We help our clients at Juniper Canyon learn skills to reconnect with and honor their bodies through mindfulness, equine therapy, and somatic trauma therapies. We use the intensive group therapy experience to relearn how to connect with each other. We go beyond talking in therapy–instead we live it.
Our clients also have the opportunity to identify the narratives in their lives that have developed from trauma and work each day through therapy, adventure, and with each other to write a new story. To move from a place of helplessness, disconnection, and despair to a place of power and healing.

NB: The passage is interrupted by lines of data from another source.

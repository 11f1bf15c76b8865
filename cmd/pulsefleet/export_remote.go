package main

import (
	"context"
	"fmt"
	"io"
	"math"
	"slices"
	"sort"

	"google.golang.org/grpc"

	"github.com/pulsefleet/pulsefleet/internal/export"
	"github.com/pulsefleet/pulsefleet/internal/store"
	pb "github.com/pulsefleet/pulsefleet/proto/pulsefleet/v1"
)

// remoteSource is an export.Source over FleetService.ExportTrend of one or
// more running gateways: device lists merged, each device's points from the
// gateways that hold them (merged by time when a device moved between
// shards, one point per time).
type remoteSource struct {
	ctx     context.Context
	cf      *clientFlags
	conns   map[string]*grpc.ClientConn
	devices []store.Device
	owners  map[string][]string // device -> gateways with trend points
	trend   []string
	failed  []gatewayError // gateways that could not be read: their history is missing
	dups    int64          // points held by two gateways, exported once
}

var _ export.Source = (*remoteSource)(nil)

// newRemoteSource reads the device lists of addrs. A gateway that cannot
// be read is left out and listed in failed (the export goes on with the
// others and says it is incomplete); when none can be read it fails.
func newRemoteSource(ctx context.Context, cf *clientFlags, addrs []string) (*remoteSource, error) {
	r := &remoteSource{ctx: ctx, cf: cf, conns: map[string]*grpc.ClientConn{}, owners: map[string][]string{}}
	byID := map[string]store.Device{}
	for _, a := range addrs {
		conn, err := cf.dial(a)
		if err != nil {
			r.Close()
			return nil, err
		}
		lctx, cancel := context.WithCancel(ctx)
		st, err := pb.NewFleetServiceClient(conn).ExportTrend(cf.ctx(lctx), &pb.ExportTrendRequest{DevicesOnly: true})
		var m *pb.ExportTrendResponse
		if err == nil {
			m, err = st.Recv()
		}
		cancel()
		if err != nil {
			conn.Close()
			r.failed = append(r.failed, gatewayError{a, fmt.Errorf("export from %s: %w", a, err)})
			continue
		}
		r.conns[a] = conn
		for _, d := range m.GetDevices() {
			if _, ok := byID[d.GetDeviceId()]; !ok {
				byID[d.GetDeviceId()] = store.Device{ID: d.GetDeviceId(), Model: d.GetModel(), Firmware: d.GetFirmware()}
			}
		}
		for _, id := range m.GetTrendDeviceIds() {
			r.owners[id] = append(r.owners[id], a)
		}
	}
	if len(r.failed) == len(addrs) {
		r.Close()
		return nil, gatewayFailures("trend points", len(addrs), r.failed)
	}
	for _, d := range byID {
		r.devices = append(r.devices, d)
	}
	sort.Slice(r.devices, func(i, j int) bool { return r.devices[i].ID < r.devices[j].ID })
	for id := range r.owners {
		r.trend = append(r.trend, id)
	}
	slices.Sort(r.trend)
	return r, nil
}

func (r *remoteSource) Close() {
	for _, c := range r.conns {
		c.Close()
	}
}

func (r *remoteSource) Devices() ([]store.Device, error) { return r.devices, nil }
func (r *remoteSource) TrendDevices() ([]string, error)  { return r.trend, nil }

func (r *remoteSource) Trend(device string, fromMS, toMS int64, fn func(store.Point) bool) error {
	owners := r.owners[device]
	if toMS == math.MaxInt64 {
		toMS = 0
	}
	stream := func(addr string, each func(store.Point) bool) error {
		ctx, cancel := context.WithCancel(r.ctx)
		defer cancel()
		st, err := pb.NewFleetServiceClient(r.conns[addr]).ExportTrend(r.cf.ctx(ctx),
			&pb.ExportTrendRequest{DeviceIds: []string{device}, FromUnixMs: fromMS, ToUnixMs: toMS})
		if err != nil {
			return fmt.Errorf("export from %s: %w", addr, err)
		}
		if _, err := st.Recv(); err != nil { // the device lists
			return fmt.Errorf("export from %s: %w", addr, err)
		}
		for {
			m, err := st.Recv()
			if err == io.EOF {
				return nil
			}
			if err != nil {
				return fmt.Errorf("export from %s: device %q: %w", addr, device, err)
			}
			for _, p := range m.GetPoints() {
				if !each(pointFromProto(device, p)) {
					return nil
				}
			}
		}
	}
	if len(owners) == 1 {
		return stream(owners[0], fn)
	}
	var all []store.Point
	for _, a := range owners {
		if err := stream(a, func(p store.Point) bool { all = append(all, p); return true }); err != nil {
			return err
		}
	}
	sort.SliceStable(all, func(i, j int) bool { return all[i].TimeMS < all[j].TimeMS })
	for i, p := range all {
		if i > 0 && p.TimeMS == all[i-1].TimeMS {
			r.dups++
			continue
		}
		if !fn(p) {
			return nil
		}
	}
	return nil
}

func pointFromProto(device string, p *pb.TrendPoint) store.Point {
	opt := func(v *float64) float64 {
		if v == nil {
			return math.NaN()
		}
		return *v
	}
	return store.Point{Device: device, TimeMS: p.GetTimeUnixMs(), SpO2: opt(p.Spo2Pct), Pulse: opt(p.PulseBpm), PI: opt(p.PiPct),
		SQI: opt(p.Sqi), Ratio: opt(p.Ratio), Flags: uint16(p.GetFlags()), Source: uint8(p.GetSource())}
}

At Juniper Canyon, we get to address and heal trauma in so many ways. For some women, time spent in nature is one of the best tools to help their bodies learn to regulate again. “I can finally breathe again” or “I feel free out there”, I often hear. For others, it is the safety of the community that can both care and hold them that becomes so crucial. Women begin to refer to their community at Juniper Canyon as family or home. And for others, it is the lived experience of our Rites of Passage Ceremonies and our weekly adventures that are so powerful. “I would’ve never believed I could do that”, “I feel like my old self again”.
Trauma therapy becomes much more than just reprocessing memories in an individual therapy session. At Juniper Canyon, we take trauma therapy further. We teach our clients how to achieve the freedom to live fully and genuinely in the present, rather than be burdened by the chains of the past.